## Exercise details
Across the data below, how many lines have the word "arrows" in them? Respond with the number alone.

## Data for the task
------------------------------------------------
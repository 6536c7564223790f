#pragma once
// Texts, pictures, files and the self-check.

#include <tepor/c/impl/answers.hpp>
#include <tepor/c/impl/compact.hpp>
#include <tepor/c/impl/fit.hpp>
#include <tepor/check/self_check.hpp>
#include <tepor/output/answers.hpp>
#include <tepor/output/csv.hpp>
#include <tepor/output/file.hpp>
#include <tepor/output/svg.hpp>
#include <tepor/output/text.hpp>
#include <tepor/output/vtu.hpp>

struct tepor_record {
    tepor::Record record;
};
struct tepor_series {
    tepor::VtuSeries series;
};

namespace tepor::c {

inline PictureOptions picture_options_of(const tepor_picture_options* options) {
    tepor_picture_options o = tepor_picture_options_default();
    if (options) take(options, o);
    PictureOptions how;
    if (!(o.width >= 100.0 && o.width <= 1e5 && o.height >= 100.0 && o.height <= 1e5))
        misuse(tepor::detail::text("a picture of ", o.width, " x ", o.height, " px, expected 100 to 100000 each"));
    how.width = o.width;
    how.height = o.height;
    if (o.title) how.title = o.title;
    how.isotherms = o.isotherms;
    how.arrows = o.arrows != 0;
    return how;
}

inline std::vector<Quantity> quantities_of(const tepor_quantity* const* quantities, std::size_t count) {
    std::vector<Quantity> list;
    for (std::size_t i = 0; i < count; ++i) {
        if (!quantities[i]) misuse("a quantity of the list is NULL");
        list.push_back(quantities[i]->quantity);
    }
    return list;
}

} // namespace tepor::c

extern "C" {

const char* tepor_text_data(const tepor_text* text) {
    return text ? text->text.c_str() : "";
}
size_t tepor_text_size(const tepor_text* text) {
    return text ? text->text.size() : 0;
}
tepor_status tepor_text_write(tepor_session* session, const tepor_text* text, const char* path) {
    return tepor::c::run(session, text && path, [&] { tepor::detail::write_file(path, text->text); });
}
void tepor_text_free(tepor_text* text) {
    delete text;
}

tepor_status tepor_body_text(tepor_session* session, const tepor_body* body, tepor_text** out) {
    return tepor::c::run(session, body && out, [&] { *out = new tepor_text{tepor::to_text(body->body)}; });
}
tepor_status tepor_field_text(tepor_session* session, const tepor_field* field, tepor_text** out) {
    return tepor::c::run(session, field && out, [&] { *out = new tepor_text{tepor::to_text(field->field)}; });
}
tepor_status tepor_report(tepor_session* session, const tepor_body* body, const tepor_field* field,
                          const tepor_quantity* const* quantities, size_t count, tepor_text** out) {
    return tepor::c::run(session, body && field && out && (quantities || count == 0), [&] {
        *out = new tepor_text{tepor::report(body->body, field->field, tepor::c::quantities_of(quantities, count))};
    });
}
tepor_status tepor_balance_text(tepor_session* session, const tepor_field* field, tepor_text** out) {
    return tepor::c::run(session, field && out, [&] { *out = new tepor_text{tepor::to_text(field->field.balance())}; });
}
tepor_status tepor_slopes_text(tepor_session* session, const tepor_slopes* slopes, tepor_text** out) {
    return tepor::c::run(session, slopes && out, [&] { *out = new tepor_text{tepor::to_text(slopes->gradient)}; });
}
tepor_status tepor_fitted_text(tepor_session* session, const tepor_fitted* fitted, tepor_text** out) {
    return tepor::c::run(session, fitted && out, [&] { *out = new tepor_text{tepor::to_text(fitted->fitted)}; });
}
tepor_status tepor_model_text(tepor_session* session, const tepor_model* model, tepor_text** out) {
    return tepor::c::run(session, model && out, [&] { *out = new tepor_text{tepor::to_text(model->model)}; });
}

tepor_picture_options tepor_picture_options_default(void) {
    const tepor::PictureOptions usual;
    tepor_picture_options o{};
    o.size = sizeof o;
    o.width = usual.width;
    o.height = usual.height;
    o.isotherms = usual.isotherms;
    o.arrows = usual.arrows ? 1 : 0;
    return o;
}
tepor_status tepor_profile_svg(tepor_session* session, const tepor_field* field, const tepor_picture_options* options,
                               tepor_text** out) {
    return tepor::c::run(session, field && out, [&] {
        *out = new tepor_text{tepor::profile_svg(field->field, tepor::c::picture_options_of(options))};
    });
}
tepor_status tepor_map_svg(tepor_session* session, const tepor_field* field, const tepor_picture_options* options,
                           tepor_text** out) {
    return tepor::c::run(session, field && out, [&] {
        *out = new tepor_text{tepor::map_svg(field->field, tepor::c::picture_options_of(options))};
    });
}
tepor_status tepor_strip_svg(tepor_session* session, const tepor_record* record, const tepor_picture_options* options,
                             tepor_text** out) {
    return tepor::c::run(session, record && out, [&] {
        *out = new tepor_text{tepor::strip_svg(record->record, tepor::c::picture_options_of(options))};
    });
}

tepor_status tepor_field_vtu(tepor_session* session, const tepor_field* field, tepor_text** out) {
    return tepor::c::run(session, field && out, [&] { *out = new tepor_text{tepor::vtu_bytes(field->field)}; });
}
tepor_status tepor_field_csv(tepor_session* session, const tepor_field* field, tepor_text** out) {
    return tepor::c::run(session, field && out, [&] { *out = new tepor_text{tepor::csv_of(field->field)}; });
}

tepor_status tepor_record_create(tepor_session* session, const tepor_quantity* const* quantities, size_t count,
                                 tepor_record** out) {
    return tepor::c::run(session, quantities && out,
                         [&] { *out = new tepor_record{tepor::Record(tepor::c::quantities_of(quantities, count))}; });
}
tepor_status tepor_record_add(tepor_session* session, tepor_record* record, double time, const double* values,
                              size_t entries) {
    return tepor::c::run(session, record && values,
                         [&] { record->record.add(time, std::vector<double>(values, values + entries)); });
}
tepor_status tepor_record_csv(tepor_session* session, const tepor_record* record, tepor_text** out) {
    return tepor::c::run(session, record && out, [&] { *out = new tepor_text{tepor::csv_of(record->record)}; });
}
void tepor_record_free(tepor_record* record) {
    delete record;
}

tepor_status tepor_series_create(tepor_session* session, const char* stem, tepor_series** out) {
    return tepor::c::run(session, stem && out, [&] { *out = new tepor_series{tepor::VtuSeries(stem)}; });
}
tepor_status tepor_series_add(tepor_session* session, tepor_series* series, const tepor_field* field) {
    return tepor::c::run(session, series && field, [&] { series->series.add(field->field); });
}
void tepor_series_free(tepor_series* series) {
    delete series;
}

tepor_status tepor_self_check(tepor_session* session, tepor_self_check_result* result, tepor_text** report) {
    return tepor::c::run(session, result, [&] {
        const tepor::SelfCheck check = tepor::self_check();
        tepor_self_check_result out{};
        out.cases = static_cast<int64_t>(check.cases.size());
        out.rows = check.row_count();
        out.failed = check.failed();
        out.passed = check.passed() ? 1 : 0;
        out.fast_math = check.build.fast_math ? 1 : 0;
        tepor::c::give(out, result);
        if (report) *report = new tepor_text{tepor::to_text(check, tepor::Detail::full)};
    });
}

} // extern "C"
------------------------------------------------
## Expected answer
2